[[ PROVIDED ENTRIES, beginning ]]

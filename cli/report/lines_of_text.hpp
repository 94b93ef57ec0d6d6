// SPDX-License-Identifier: MIT
#pragma once

#include <fmt/format.h>

#include <iterator>
#include <string>
#include <utility>

namespace dialwright::cli {

/// A text for people, line by line.
class LinesOfText {
  public:
    template <class... Parts>
    void line(fmt::format_string<Parts...> form, Parts&&... parts) {
        fmt::format_to(std::back_inserter(text_), form, std::forward<Parts>(parts)...);
        text_ += '\n';
    }
    void gap() { text_ += '\n'; }
    void add(const std::string& lines) { text_ += lines; } ///< whole lines
    [[nodiscard]] std::string taken() { return std::move(text_); }

  private:
    std::string text_;
};

} // namespace dialwright::cli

[[ PROVIDED ENTRIES, end ]]

**PROBLEM STATEMENT:** In full and without error, retype the entries above.

**ANSWER FOR THIS EXERCISE:**
filename cli/report/lines_of_text.hpp
repository 94b93ef57ec0d6d6
// SPDX-License-Identifier: MIT
#pragma once

#include <fmt/format.h>

#include <iterator>
#include <string>
#include <utility>

namespace dialwright::cli {

/// A text for people, line by line.
class LinesOfText {
  public:
    template <class... Parts>
    void line(fmt::format_string<Parts...> form, Parts&&... parts) {
        fmt::format_to(std::back_inserter(text_), form, std::forward<Parts>(parts)...);
        text_ += '\n';
    }
    void gap() { text_ += '\n'; }
    void add(const std::string& lines) { text_ += lines; } ///< whole lines
    [[nodiscard]] std::string taken() { return std::move(text_); }

  private:
    std::string text_;
};

} // namespace dialwright::cli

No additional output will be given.